## Records
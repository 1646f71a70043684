CREATE TABLE "link_run_marker_counts" (
	"link_run_id" uuid NOT NULL,
	"channel_index" integer NOT NULL,
	"n_measured" integer NOT NULL,
	"n_positive" integer NOT NULL,
	CONSTRAINT "link_run_marker_counts_link_run_id_channel_index_pk" PRIMARY KEY("link_run_id","channel_index")
);
--> statement-breakpoint
ALTER TABLE "vesicles" ADD COLUMN "measured_bits" integer DEFAULT -1 NOT NULL;--> statement-breakpoint
ALTER TABLE "link_run_marker_counts" ADD CONSTRAINT "link_run_marker_counts_link_run_id_link_runs_id_fk" FOREIGN KEY ("link_run_id") REFERENCES "public"."link_runs"("id") ON DELETE cascade ON UPDATE no action;--> statement-breakpoint
-- backfill: older runs stored no per-channel frame flags; a channel's amplitude is null where the vesicle lay outside that frame
update vesicles v set measured_bits = coalesce((select sum(1 << (o.i - 1)::int)::int from jsonb_array_elements(v.markers) with ordinality as o(e, i) where o.e->>'amplitude' is not null), 0) where v.out_of_frame;--> statement-breakpoint
-- phenotypes now count only vesicles measured in every channel (same statement as summaryStatements in src/lib/db/queries/linkRunSummaries.ts)
delete from link_run_phenotypes;--> statement-breakpoint
insert into link_run_phenotypes (link_run_id, marker_bits, n)
select link_run_id, marker_bits, count(*) from vesicles where (true) and (measured_bits & ((1 << jsonb_array_length(markers)) - 1)) = ((1 << jsonb_array_length(markers)) - 1) group by 1, 2;--> statement-breakpoint
insert into link_run_marker_counts (link_run_id, channel_index, n_measured, n_positive)
select link_run_id, c,
       count(*) filter (where measured_bits & (1 << c) <> 0)::int,
       count(*) filter (where measured_bits & marker_bits & (1 << c) <> 0)::int
  from vesicles cross join lateral generate_series(0, jsonb_array_length(markers) - 1) as c
 where true group by 1, 2;
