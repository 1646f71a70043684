/**
 * Half of the sampled Gaussian kernel that {@link blurRows} and the WebAssembly kernel share: half[j] is the weight
 * at ±j px, half[j] ∝ exp(−j²/2σ²) for j = 0 … radius with radius = max(1, ceil(3σ)) (the cut keeps 99.7 % of the
 * weight), normalised so that the full kernel, half[0] + 2·Σⱼ half[j], sums to 1.
 *
 * @param sigmaPx - Gaussian SD (px), > 0
 * @returns radius + 1 weights, centre first
 * @throws RangeError when sigmaPx is not a finite positive number
 */
export function gaussianHalfKernel(sigmaPx: number): Float64Array {
  if (!Number.isFinite(sigmaPx) || sigmaPx <= 0) {
    throw new RangeError(`sigmaPx must be a finite positive number, got ${sigmaPx}`);
  }
  const radius = Math.max(1, Math.ceil(3 * sigmaPx));
  const half = new Float64Array(radius + 1);
  let sum = 0;
  for (let j = 0; j <= radius; j++) {
    half[j] = Math.exp((-j * j) / (2 * sigmaPx * sigmaPx));
    sum += j === 0 ? half[j] : 2 * half[j];
  }
  for (let j = 0; j <= radius; j++) half[j] /= sum;
  return half;
}
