import KDBush from 'kdbush';
import type { Point, Raster } from '../types';
import type { FluorescenceSpot } from '../fluorescence/types';
import { aperturePhotometry } from '../fluorescence/aperturePhotometry';
import { estimateMarkerAmplitudes } from './estimateMarkerAmplitudes';

/** Options of {@link linkVesicles}. */
export interface LinkVesiclesOptions {
  /** PSF standard deviation per marker (px). Required for every marker in `rastersPerChannel`. */
  sigmaPxByMarker: Readonly<Record<string, number>>;
  /** Positivity threshold per marker, in the unit of `positivityMeasure` (counts). Required for every marker. */
  thresholdCountsByMarker: Readonly<Record<string, number>>;
  /**
   * Which intensity is compared with the threshold. 'jointAmplitude': the NNLS amplitude of the vesicle's PSF fitted
   * jointly with its neighbours (total counts of that PSF), so light from a neighbour closer than the PSF is not
   * counted; thresholds from {@link backgroundAmplitudeThreshold} or control vesicles' amplitudes. 'aperture': net
   * aperture counts, which also collect a close neighbour's light; thresholds from {@link backgroundApertureThreshold}.
   * @default 'jointAmplitude'
   */
  positivityMeasure?: 'aperture' | 'jointAmplitude';
  /**
   * Other light sources at known positions in the fluorescence frame (px), such as fiducial beads: each gets a
   * PSF column in the joint fit, so a bright bead next to a vesicle does not lend it light. Not reported.
   * @default none
   */
  otherSourcesPx?: readonly Point[];
  /**
   * Largest vesicle–spot distance that counts as a match (px).
   * @default 2·sigmaPx of the channel
   */
  spotMatchRadiusPx?: number;
}

/** One vesicle's measurement in one channel; null fields when the vesicle is outside that frame. */
export interface ChannelCall {
  /** Net aperture counts (counts); reported, compared with the threshold only when positivityMeasure is 'aperture'. */
  readonly apertureCounts: number | null;
  readonly apertureSnr: number | null;
  /** True when the aperture or its annulus reached outside the frame. */
  readonly apertureLeavesFrame: boolean;
  /** Joint NNLS amplitude (total counts of this vesicle's PSF); compared with the threshold by default. */
  readonly amplitudeCounts: number | null;
  /** Unconstrained least-squares amplitude (counts, may be < 0); for control-based thresholds. */
  readonly unconstrainedAmplitudeCounts: number | null;
  readonly amplitudeStdErrCounts: number | null;
  readonly amplitudeSnr: number | null;
  /** Index into that channel's spot list of the nearest spot within the match radius, else null. */
  readonly spotIndex: number | null;
  readonly spotDistancePx: number | null;
  /** Marker call; null when the vesicle is outside this frame. */
  readonly positive: boolean | null;
}

/** One vesicle's calls. */
export interface VesicleLink {
  readonly index: number;
  /** True when the vesicle maps outside at least one channel's frame (it is kept, not dropped). */
  readonly outOfFrame: boolean;
  readonly channels: Readonly<Record<string, ChannelCall>>;
  /** e.g. "CD9+ CD63- CD81+"; "CD63?" where the vesicle is outside that frame. Channel order of rastersPerChannel. */
  readonly phenotype: string;
  readonly nbPositive: number;
}

/** Result of {@link linkVesicles}. */
export interface LinkVesiclesResult {
  readonly vesicles: VesicleLink[];
  readonly markers: string[];
  readonly nbVesicles: number;
  readonly nbOutOfFrame: number;
  /** In-frame everywhere and negative for every marker. */
  readonly nbVesiclesWithoutMarker: number;
  readonly positiveByMarker: Readonly<Record<string, number>>;
  /** Detected spots with no vesicle within the match radius, per marker (possible debris, free dye or missed EVs). */
  readonly unmatchedSpotsByMarker: Readonly<Record<string, number>>;
}

/**
 * Links AFM-detected vesicles (already mapped into fluorescence pixels) to every marker channel: aperture
 * photometry with SNR (reported), joint NNLS amplitude, nearest detected spot, a positivity call of the joint
 * amplitude (by default) against the marker's threshold and a phenotype string. Vesicles mapped outside a frame are flagged, not dropped.
 *
 * @param vesiclesFl - vesicle centres in fluorescence pixels (px); not modified
 * @param spotsPerChannel - detected spots per marker (px); not modified; a missing marker means no spots
 * @param rastersPerChannel - fluorescence frame per marker (counts); its key order sets the phenotype order
 * @param options - see {@link LinkVesiclesOptions}
 * @returns per-vesicle calls and counts
 * @throws RangeError when a marker lacks a sigma or a threshold
 */
export function linkVesicles(
  vesiclesFl: readonly Point[],
  spotsPerChannel: Readonly<Record<string, readonly FluorescenceSpot[]>>,
  rastersPerChannel: Readonly<Record<string, Raster>>,
  options: LinkVesiclesOptions,
): LinkVesiclesResult {
  const { sigmaPxByMarker, thresholdCountsByMarker, otherSourcesPx = [], positivityMeasure = 'jointAmplitude', spotMatchRadiusPx } = options;
  const markers = Object.keys(rastersPerChannel);
  for (const marker of markers) {
    if (!(sigmaPxByMarker[marker] > 0)) throw new RangeError(`sigmaPxByMarker.${marker} must be a positive number`);
    if (!Number.isFinite(thresholdCountsByMarker[marker])) {
      throw new RangeError(`thresholdCountsByMarker.${marker} must be a finite number`);
    }
  }
  const n = vesiclesFl.length;
  const perMarker: Record<string, ChannelCall[]> = {};
  const unmatchedSpotsByMarker: Record<string, number> = {};
  const positiveByMarker: Record<string, number> = {};

  for (const marker of markers) {
    const raster = rastersPerChannel[marker];
    const sigmaPx = sigmaPxByMarker[marker];
    const threshold = thresholdCountsByMarker[marker];
    const matchPx = spotMatchRadiusPx ?? 2 * sigmaPx;
    const spots = spotsPerChannel[marker] ?? [];
    // the first n amplitudes are the vesicles'; the other sources only take their own light
    const joint = estimateMarkerAmplitudes(raster, otherSourcesPx.length ? [...vesiclesFl, ...otherSourcesPx] : vesiclesFl, { sigmaPx }).amplitudes;

    // nearest spot per vesicle, and spots with no vesicle
    const spotIndex = new KDBush(Math.max(1, spots.length));
    for (const s of spots) spotIndex.add(s.x, s.y);
    if (spots.length === 0) spotIndex.add(-1e9, -1e9);
    spotIndex.finish();
    const vesicleIndex = new KDBush(Math.max(1, n));
    for (const v of vesiclesFl) vesicleIndex.add(v.x, v.y);
    if (n === 0) vesicleIndex.add(-1e9, -1e9);
    vesicleIndex.finish();
    unmatchedSpotsByMarker[marker] = spots.filter(
      (s) => vesicleIndex.within(s.x, s.y, matchPx).filter((i) => i < n).length === 0,
    ).length;

    let nbPositive = 0;
    perMarker[marker] = vesiclesFl.map((v, i) => {
      let nearest: number | null = null;
      let nearestD: number | null = null;
      for (const j of spotIndex.within(v.x, v.y, matchPx)) {
        if (j >= spots.length) continue;
        const d = Math.hypot(spots[j].x - v.x, spots[j].y - v.y);
        if (nearestD === null || d < nearestD) {
          nearestD = d;
          nearest = j;
        }
      }
      if (joint[i].outOfFrame) {
        return {
          apertureCounts: null, apertureSnr: null, apertureLeavesFrame: true, amplitudeCounts: null, unconstrainedAmplitudeCounts: null,
          amplitudeStdErrCounts: null, amplitudeSnr: null, spotIndex: nearest, spotDistancePx: nearestD, positive: null,
        };
      }
      const ap = aperturePhotometry(raster, v, { sigmaPx });
      const measure = positivityMeasure === 'aperture' ? ap.netCounts : joint[i].amplitudeCounts;
      const positive = measure > threshold;
      if (positive) nbPositive++;
      return {
        apertureCounts: ap.netCounts,
        apertureSnr: ap.snr,
        apertureLeavesFrame: ap.leavesFrame,
        amplitudeCounts: joint[i].amplitudeCounts,
        unconstrainedAmplitudeCounts: joint[i].unconstrainedAmplitudeCounts,
        amplitudeStdErrCounts: joint[i].stdErrCounts,
        amplitudeSnr: joint[i].snr,
        spotIndex: nearest,
        spotDistancePx: nearestD,
        positive,
      };
    });
    positiveByMarker[marker] = nbPositive;
  }

  // phenotypes
  const vesicles: VesicleLink[] = vesiclesFl.map((_, i) => {
    const channels: Record<string, ChannelCall> = {};
    let outOfFrame = false;
    let nbPositive = 0;
    const parts: string[] = [];
    for (const marker of markers) {
      const call = perMarker[marker][i];
      channels[marker] = call;
      if (call.positive === null) outOfFrame = true;
      if (call.positive) nbPositive++;
      parts.push(`${marker}${call.positive === null ? '?' : call.positive ? '+' : '-'}`);
    }
    return { index: i, outOfFrame, channels, phenotype: parts.join(' '), nbPositive };
  });
  return {
    vesicles,
    markers,
    nbVesicles: n,
    nbOutOfFrame: vesicles.filter((v) => v.outOfFrame).length,
    nbVesiclesWithoutMarker: vesicles.filter((v) => !v.outOfFrame && v.nbPositive === 0).length,
    positiveByMarker,
    unmatchedSpotsByMarker,
  };
}
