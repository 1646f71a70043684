import { useEffect, useRef, useState, type RefObject } from 'react';
import OpenSeadragon from 'openseadragon';

/**
 * OpenSeadragon viewers for an island: created once the host elements exist, destroyed when `key` changes
 * and on unmount. Returned as state, so the hooks that attach to them (sync, scale bar, pointer, markers)
 * run again for each new set.
 *
 * @param options - the options of each viewer (each with its `element`), or null while a host is missing;
 *   read when `key` changes. With `navigatorHolder`, the first viewer's overview goes into a fresh element
 *   inside it, passed here as `navigatorElement`.
 * @param key - changes when the viewers must be made again (another field, another set of layers)
 * @param navigatorHolder - box for the first viewer's overview (navigator), if it shows one
 * @returns the viewers, the first one leading; empty until created
 */
export function useOpenSeadragonViewers(
  options: (navigatorElement: HTMLElement | undefined) => OpenSeadragon.Options[] | null,
  key: string,
  navigatorHolder?: RefObject<HTMLElement | null>,
): OpenSeadragon.Viewer[] {
  const [viewers, setViewers] = useState<OpenSeadragon.Viewer[]>([]);
  const optionsRef = useRef(options);
  optionsRef.current = options;
  useEffect(() => {
    const holder = navigatorHolder?.current ?? null;
    if (navigatorHolder && !holder) return;
    // OpenSeadragon wraps and later removes its overview element, so it gets one React does not manage
    let navElement: HTMLDivElement | undefined;
    if (holder) {
      navElement = document.createElement('div');
      navElement.style.width = '100%';
      navElement.style.height = '100%';
      holder.replaceChildren(navElement);
    }
    const all = optionsRef.current(navElement);
    if (!all?.length) {
      navElement?.remove();
      return;
    }
    const made = all.map((o) => OpenSeadragon(o));
    setViewers(made);
    return () => {
      made.forEach((v) => v.destroy());
      navElement?.remove();
      setViewers([]);
    };
  }, [key]);
  return viewers;
}

/** One viewer in one host element: {@link useOpenSeadragonViewers} for a single image (or one composited stack). */
export function useOpenSeadragonViewer(
  host: RefObject<HTMLElement | null>,
  options: Omit<OpenSeadragon.Options, 'element'>,
  key: string,
): OpenSeadragon.Viewer | null {
  const [viewer] = useOpenSeadragonViewers(() => (host.current ? [{ ...options, element: host.current }] : null), key);
  return viewer ?? null;
}
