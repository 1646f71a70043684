import { robustSigma } from '../heightmap/robustSigma';

/** Result of {@link robustNoiseSigma}. */
export interface RobustNoiseSigmaResult {
  /** Median of the sampled values (input unit). */
  readonly median: number;
  /** 1.4826 × median absolute deviation: the SD for Gaussian data, insensitive to sparse bright spots (input unit). */
  readonly sigma: number;
  /** Number of values sampled. */
  readonly nbSamples: number;
}

/**
 * Robust location and spread of a large array, from an evenly strided subsample (every ⌈n / maxSamples⌉-th value);
 * the same computation as the height map's robustSigma, which it calls.
 *
 * @param values - samples (any unit); not modified
 * @param maxSamples - at most this many evenly strided values are used (count)
 * @returns median and MAD-based sigma
 * @throws RangeError when values is empty
 * @see Rousseeuw PJ, Croux C. Alternatives to the median absolute deviation. JASA 88:1273–1283, 1993
 *   (the 1.4826 consistency factor).
 */
export function robustNoiseSigma(values: ArrayLike<number>, maxSamples = 262_144): RobustNoiseSigmaResult {
  const n = values.length;
  if (n === 0) throw new RangeError('values must not be empty');
  // one MAD-sigma for the whole core: the height map's exact median (the mean of the two middle values for an even
  // count), on a float64 scratch so that doubles (z-scores, SEs) are not rounded to float32 first
  const nbSampled = Math.ceil(n / Math.max(1, Math.ceil(n / maxSamples)));
  const { median, robustSigma: sigma, nbSamples } = robustSigma(values, undefined, new Float64Array(nbSampled + 1), maxSamples);
  return { median, sigma, nbSamples };
}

## How to complete this task
Set down only the lines above that fall between the line holding "values sampled. */" and the line holding "unit); not modified", inclusive, keeping each exact.

## Worked solution
  /** Number of values sampled. */
  readonly nbSamples: number;
}

/**
 * Robust location and spread of a large array, from an evenly strided subsample (every ⌈n / maxSamples⌉-th value);
 * the same computation as the height map's robustSigma, which it calls.
 *
 * @param values - samples (any unit); not modified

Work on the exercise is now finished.